Multiferroic materials have a great and potential research value for applications in multiple-state memory elements, electric-field-controlled ferromagnetic resonance devices, spintronics, etc. Recently, multiferroic manganite is one of the most important families in multiferroic materials who has excellent properties, richness and complexity of physical phenomena. In the project, we will choose the hexagonal RMnO3(R=Y, Ho, Lu, etc) thin films as the object of study because they have potential applications and good prospects in the field of multiferroics materials. On consideration of heteroepitaxial constraints (such important variables as strain, interface termination, etc.), we will investigate the multiferroic properties of manganite films with various substrates by means of first principles methods based on density functional theory, combined with high resolution transmission electron microscopy and molecular dynamics simulation. To study the effect of microstructure defects on the multiferroic properties of manganite films, we will lay emphasis on finding the dominant factors to significantly increase the antiferromagnetic Néel temperature.

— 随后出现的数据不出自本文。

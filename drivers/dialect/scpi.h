// SCPI and IEEE 488.2 messages: what a reply holds, and how a number is put into a command.
#pragma once

#include <span>
#include <string>
#include <string_view>
#include <vector>

#include "analysis/base/outcome.h"
#include "drivers/dialect/field.h"

namespace loadstair::dialect {

/// Splits a reply into its data elements: commas divide those of one query, semicolons those of several (IEEE
/// 488.2-1992, 8.3 and 8.4); neither divides inside quotes. Blanks around an element are removed. A reply of
/// blanks alone has no element; a quote that does not end reaches to the end of the reply.
[[nodiscard]] std::vector<std::string_view> split_reply(std::string_view reply);

/// Reads a reply that should hold one number per entry of `units` (as in read_field).
/// Returns: as many fields as `units`. With another number of elements than that, all are invalid: which is
/// which cannot be told.
[[nodiscard]] std::vector<Field> read_reply(std::string_view reply, std::span<const std::string> units,
                                            const NumberRules& rules);

/// A quoted string (single or double quotes, doubled inside; IEEE 488.2-1992, 8.7.8) without its quotes.
[[nodiscard]] base::Outcome<std::string> read_string(std::string_view element);

/// The reply to *IDN? (IEEE 488.2-1992, 10.14).
struct Identity {
  std::string manufacturer;
  std::string model;
  std::string serial_number;  ///< empty where the instrument says 0: not known
  std::string firmware;       ///< the same

  bool operator==(const Identity&) const = default;
};

/// Refusals: not exactly four elements, or bytes outside printable ASCII.
[[nodiscard]] base::Outcome<Identity> read_identity(std::string_view reply);

/// A number in plain decimal notation where at most nine places show it exactly, else with an exponent; reads
/// back to the same number.
[[nodiscard]] std::string write_number(double value);

/// Puts a number into a command: "POW {value}" and 385.1 give "POW 385.1". A switch takes 0 or 1. Refusals: a
/// number that is not finite.
[[nodiscard]] base::Outcome<std::string> write_command(std::string_view command, double value);

}  // namespace loadstair::dialect
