ChannelValue channel_value(const store::StoredRun& run, const setup::Hookup& hookup,
                           const std::vector<Track>& tracks, std::size_t index,
                           const WindowContext& context) {
  ChannelValue into;
  into.channel = &hookup.channels[index];
  into.typed = into.channel->typed;
  into.conditions.ambient_c = context.ambient_c;
  if (const setup::Instrument* instrument = hookup.find_instrument(into.channel->instrument))
    into.conditions.days_since_adjustment = days_since(instrument->calibrated, context.at_ns);
  const auto& couple = into.channel->conversion.thermocouple;
  for (std::size_t i = 0; couple && !couple->cold_junction.empty() && i < tracks.size(); ++i) {
    const setup::Channel& other = hookup.channels[i];
    // A cold junction that has one itself would be a chain without end.
    const bool plain = !other.conversion.thermocouple || other.conversion.thermocouple->cold_junction.empty();
    if (other.name != couple->cold_junction || !plain) continue;
    const ChannelValue cold = channel_value(run, hookup, tracks, i, context);
    if (const Quoted known = cold.with_noise(context)) into.cold_junction = *known;
  }
  if (into.typed) {
    fill_typed(into, run, hookup, tracks[index], context);
  } else {
    fill_linked(into, hookup, tracks[index], context);
  }
  apply_tie(into, context);
  return into;
}

}  // namespace loadstair::evaluation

To reveal the microscopic mechanisms responsible for coupling between ferroelectric and ferromagnetic order parameters of hexagonal manganites, we attempt to work out a close association between density functional theoretical design and experimental film control. After implementing the project, we will not only have gained an insight into the coupled behaviors and interactions between the charge, spin, orbital, and lattice degrees of freedom of multiferroic films, we will also have provided the theoretical references for evaluation of great potential applications of hexagonal manganite thin films in the field of new-type functional materials and device designs.

多铁性材料在多态存储器元件、电场控制铁磁谐振装置、自旋电子学等方面有着巨大潜在的研究价值。近年来，多铁性锰氧化物因其优异的性质、丰富的物理现象成为多铁材料家族中的核心力量。 本项目拟以在多铁性材料领域中有着重要潜在应用价值的六方RMnO3(R = Y、Ho、Lu等)薄膜为研究对象，采用基于密度泛函理论第一原理方法为主要手段、并与高分辨透射电子显微术和分子动力学计算相结合，考虑异质外延约束限制(如应变、界面终止面等重要变量)，通过研究不同类型衬底薄膜多铁性性质，探讨微观结构缺陷对薄膜多铁性能影响，重点寻找能够显著提高薄膜反铁磁奈尔温度主导因素，建立理论设计和实验薄膜控制之间密切联系，揭示六方锰氧化物铁电性和铁磁性互相耦合微观机制。项目的完成不仅有助于探索多铁性薄膜电荷、自旋、轨道和晶格自由度之间耦合和相互作用，而且也为六方锰氧化物薄膜在新型功能材料与器件设计领域中应用潜力的评估提供理论参考。

项目运行期间，我们利用第一原理计算对多铁材料六方锰氧化物中的代表YMnO3的原子结构、铁电性、磁性以及磁电耦合进行了研究，发现Gamma3型反铁磁结构具有与实验相符的能隙,各种磁结构的铁电极化并不相同，这意味着YMnO3具有较强的磁电耦合作用，可以通过调控磁结构来改变材料的铁电性能。通过第一原理计算不同应变条件下以及La原子掺杂的YMnO3的磁交换作用，我们发现张应变可以提高YMnO3的奈尔温度，La原子掺杂则会更进一步的提高温度，这些发现对于研究六方锰氧化物的磁性相变、开发室温多铁材料等方向具有积极的指导意义。在实验方面，我们成功的在不同衬底上生长了YMnO3薄膜，利用透射电镜对界面结构进行观察，这对于薄膜材料的制备提供了有益的指导。此外，我们还对异质多铁材料Fe/BaTiO3界面上的空位进行了研究，发现当复合薄膜体系的界面存在一定量的空位时，不仅可以增加界面结构的成键强度，更为重要的是没有改变该体系的磁电耦合性质。项目执行期间在Journal of Applied Physics、Computational Materials Science等国际知名学术期刊上发表多篇学术论文。